However, the ANOVA table (Table 2) reveals that the estimated model remains inadequate since $\mathit{F}=0.268<F_{0.05,3,23}=$3.028.

Table 2. ANOVA table for the simple regression model with interaction.

Effect	Sum of squares	D.F.	Mean squares	F-level
Regression (SSR)	0.875	3	0.292	0.268
Residual (SSE)	25.125	23	1.09
Total (TSS)	26.00	26

Let’s now delve deeper into the analysis of the model with second-order terms presented in equation (VII). The updated model equation is as follows:

(7) $\widehat{Y_i}=2.14\times {10}^{-15}+12.51\times \mathit{F}{c}_i+0.45\times T_i+0.0053\times T_i\times \mathit{F}{c}_i-12.44\times \mathit{F}{c}_i^2-0.33\times T_i^2$(7)

The adequacy of the model is determined by comparing the calculated F-value (1102.13) with the critical F-value of 2.685 (Table 3). Since the calculated F-value significantly exceeds the critical value, the model is considered adequate for the given dataset. Additionally, the R-square value, $R^2=0.9962$, indicates that the model explains approximately 99.62% of the variance in the observed data. This high R-square value demonstrates the model’s capability to capture the relationship between the predictors and the target variable, mass gain.

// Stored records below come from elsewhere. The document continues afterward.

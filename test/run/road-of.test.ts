import { expect, test } from 'vitest';
import { InputError } from '../../src/problems/input-error.ts';
import { roadOf } from '../../src/run/road-of.ts';
import { expectClose } from '../compare.ts';

const bytes = (text: string) => new TextEncoder().encode(text);
const slope = Array.from({ length: 101 }, (_, i) => `${20 * i},${(0.8 * i).toFixed(1)}`).join('\n');
const TRACK = `distance_m,elevation_m\n${slope}\n`;

test('a bare track has the defaults of a case, and says which', () => {
  const result = roadOf({ file: 'slope.csv', read: () => bytes(TRACK) });
  expect(result.name).toBe('slope');
  expect(result.inputs.map(({ name }) => name)).toEqual(['slope.csv']);
  expectClose(result.road.distance[result.road.size - 1]!, 2000, 1e-9, 'length [m]');
  const middle = result.road.grade[Math.floor(result.road.size / 2)]!;
  expectClose(middle, 0.04, 1e-3, 'grade in the middle');
  const keys = result.defaults.map(({ key }) => key);
  expect(keys).toContain('road.elevation_source');
  expect(keys.every((key) => /^(track|road|wind|air)/.test(key))).toBe(true);
});

test('overrides of the road reach a bare track', () => {
  const overrides = ['road.elevation_source=exact', 'road.grid_m=20', 'track.trim_ends_m=100'];
  const { road } = roadOf({ file: 'slope.csv', read: () => bytes(TRACK), overrides });
  expectClose(road.distance[road.size - 1]!, 1800, 1e-6, 'length [m]');
  expect(road.grid).toBe(20);
  expect(road.smoothing).toBeNull();
});

test('the road of a case is made without its vehicle', () => {
  const text = `track: {file: slope.csv}
road: {elevation_source: exact}
vehicle: nowhere.yaml
hold: {set_speed_kmh: 60}
candidates: [{kind: locked}]
`;
  const asked: string[] = [];
  const read = (name: string) => {
    asked.push(name);
    return bytes(name === 'slope.csv' ? TRACK : text);
  };
  const { road } = roadOf({ file: 'case.yaml', read });
  expect(asked).toEqual(['case.yaml', 'slope.csv']);
  expectClose(road.distance[road.size - 1]!, 2000, 1e-9, 'length [m]');
});

test('a .json is a track when it says its GeoJSON type, else a case', () => {
  const line = {
    type: 'LineString',
    coordinates: Array.from({ length: 60 }, (_, i) => [-5 + 0.0005 * i, 50, 10 + 0.5 * i]),
  };
  expect(
    roadOf({ file: 'line.json', read: () => bytes(JSON.stringify(line)) }).road.latitudeDeg,
  ).not.toBeNull();
  const written = {
    track: { profile: [{ length_m: 500, grade_pct: 3 }] },
    vehicle: 'v.yaml',
    hold: { set_speed_kmh: 60 },
    candidates: [{ kind: 'locked' }],
  };
  const { road } = roadOf({ file: 'case.json', read: () => bytes(JSON.stringify(written)) });
  expectClose(road.distance[road.size - 1]!, 500, 1e-9, 'length [m]');
});

/** Line and message of what is refused. */
function refusal(file: string, files: Readonly<Record<string, string>>, overrides: readonly string[] = []) {
  try {
    roadOf({ file, read: (name) => bytes(files[name] ?? ''), overrides });
  } catch (error) {
    expect(error).toBeInstanceOf(InputError);
    return error as InputError;
  }
  return expect.unreachable();
}
const CASE_OF_PROFILE = (track: string): string => `track: ${track}
vehicle: nowhere.yaml
hold: {set_speed_kmh: 60}
candidates: [{kind: locked}]
`;

test('a written road that climbs out of the range of elevations is refused at the piece', () => {
  // 60 % over 20 km: 12 km up. The first piece is harmless.
  const text = CASE_OF_PROFILE(`
  profile:
    - {length_m: 1000, grade_pct: 0}
    - {length_m: 20000, grade_pct: 60}`);
  const there = refusal('case.yaml', { 'case.yaml': text });
  expect(there.message).toMatch(
    /^case\.yaml:4:7: track\.profile\.1: the grades lead to no elevation of a road at km 16\.\d\d \(found 90\d\d m; allowed: -500 to 9000 m\)$/,
  );
  // Driven back from up there, the start is the first place outside.
  const back = refusal('case.yaml', { 'case.yaml': text }, ['track.direction=back']);
  expect(back.message).toMatch(/^case\.yaml:4:7: track\.profile\.1: .* at km 0\.00 \(found 12000 m/);
});

test('a track whose grades climb out of the range of elevations is refused in its file', () => {
  const rows = Array.from({ length: 201 }, (_, i) => `${100 * i},55`).join('\n');
  expect(refusal('steep.csv', { 'steep.csv': `distance_m,grade_pct\n${rows}\n` }).message).toMatch(
    /^steep\.csv: track: the grades lead to no elevation of a road at km 16\.\d\d \(found 90\d\d m; allowed: -500 to 9000 m\)$/,
  );
});

test('a road of too many knots is refused at once, at the grid', () => {
  const pieces = Array.from({ length: 20 }, () => '{length_m: 1000000, grade_pct: 0}').join(', ');
  const text = `road: {grid_m: 0.5}\n${CASE_OF_PROFILE(`{profile: [${pieces}]}`)}`;
  expect(refusal('case.yaml', { 'case.yaml': text }).message).toMatch(
    /^case\.yaml:1:16: road\.grid_m: the road of 20000\.0 km would have too many knots \(found about 400000\d\d knots; allowed: at most 2000000 knots/,
  );
  const byTime = text.replaceAll('length_m: 1000000', 'for_s: 60000');
  expect(refusal('case.yaml', { 'case.yaml': byTime }).code).toBe('road-too-fine');
  // A thousand kilometres at half a metre is just too much there and back.
  const long = Array.from({ length: 1001 }, (_, i) => `${1000 * i},${i % 7}`).join('\n');
  const track = { 'long.csv': `distance_m,elevation_m\n${long}\n` };
  const fine = refusal('long.csv', track, ['road.grid_m=0.5', 'track.direction=both']);
  expect(fine.message).toMatch(/^--set road\.grid_m=0\.5: road\.grid_m: .*found about 4000002 knots/);
});

test('a mask or a shelter that begins beyond the end of the track is refused at its key', () => {
  const text = `road: {masks: [{from_km: 1.9, to_km: 5}, {from_km: 20, to_km: 21}], shelter: [{from_km: 2, to_km: 3, factor: 0.5}]}
${CASE_OF_PROFILE('{file: slope.csv, trim_ends_m: 50}')}`;
  const { problems, message } = refusal('case.yaml', { 'case.yaml': text, 'slope.csv': TRACK });
  expect(problems.map(({ code, place }) => [code, place.line, place.key])).toEqual([
    ['beyond-the-road', 1, 'road.masks.1.from_km'],
    ['beyond-the-road', 1, 'road.shelter.0.from_km'],
  ]);
  expect(message).toContain(
    'begin beyond the end of the track (found 20 km; allowed: less than 2 km, the length of the track)',
  );
  const written = `road: {shelter: [{from_km: 1.5, to_km: 3, factor: 0.5}]}
${CASE_OF_PROFILE('{profile: [{length_m: 1000, grade_pct: 0}], direction: both}')}`;
  expect(refusal('case.yaml', { 'case.yaml': written }).message).toMatch(
    /less than 1 km, the length of the track/,
  );
});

Table 3. ANOVA table for the second order regression model.

Effect	Sum of squares	D.F.	Mean squares	F-level
Regression (SSR)	25.9	5	5.18	1102.13
Residual (SSE)	0.1	21	0.0047
Total (TSS)	26	26

The ANOVA table (Table 3) highlights the importance of each term in explaining the variability of the mass gain data. The regression (SSR) value of 25.9 indicates that the model’s fitted values account for a significant portion of the total variation in the data, while the residual (SSE) value of 0.1 represents the unexplained variation. Together, these values contribute to the total (TSS) value of 26, which represents the overall variation in the mass gain data.

Next, we assess the significance of each term included in the model by comparing their respective F-values to the critical value $F_{0.05,1,25}=\mathit{\hspace{0.17em}}$4.242, as shown in Table 4. According to this table, the interaction effect term, T× Fc, has an F-value of 0.0074, which is less than the critical value. This result indicates that the interaction effect is statistically insignificant, and its presence or absence from the model does not significantly impact the model’s quality of adjustment.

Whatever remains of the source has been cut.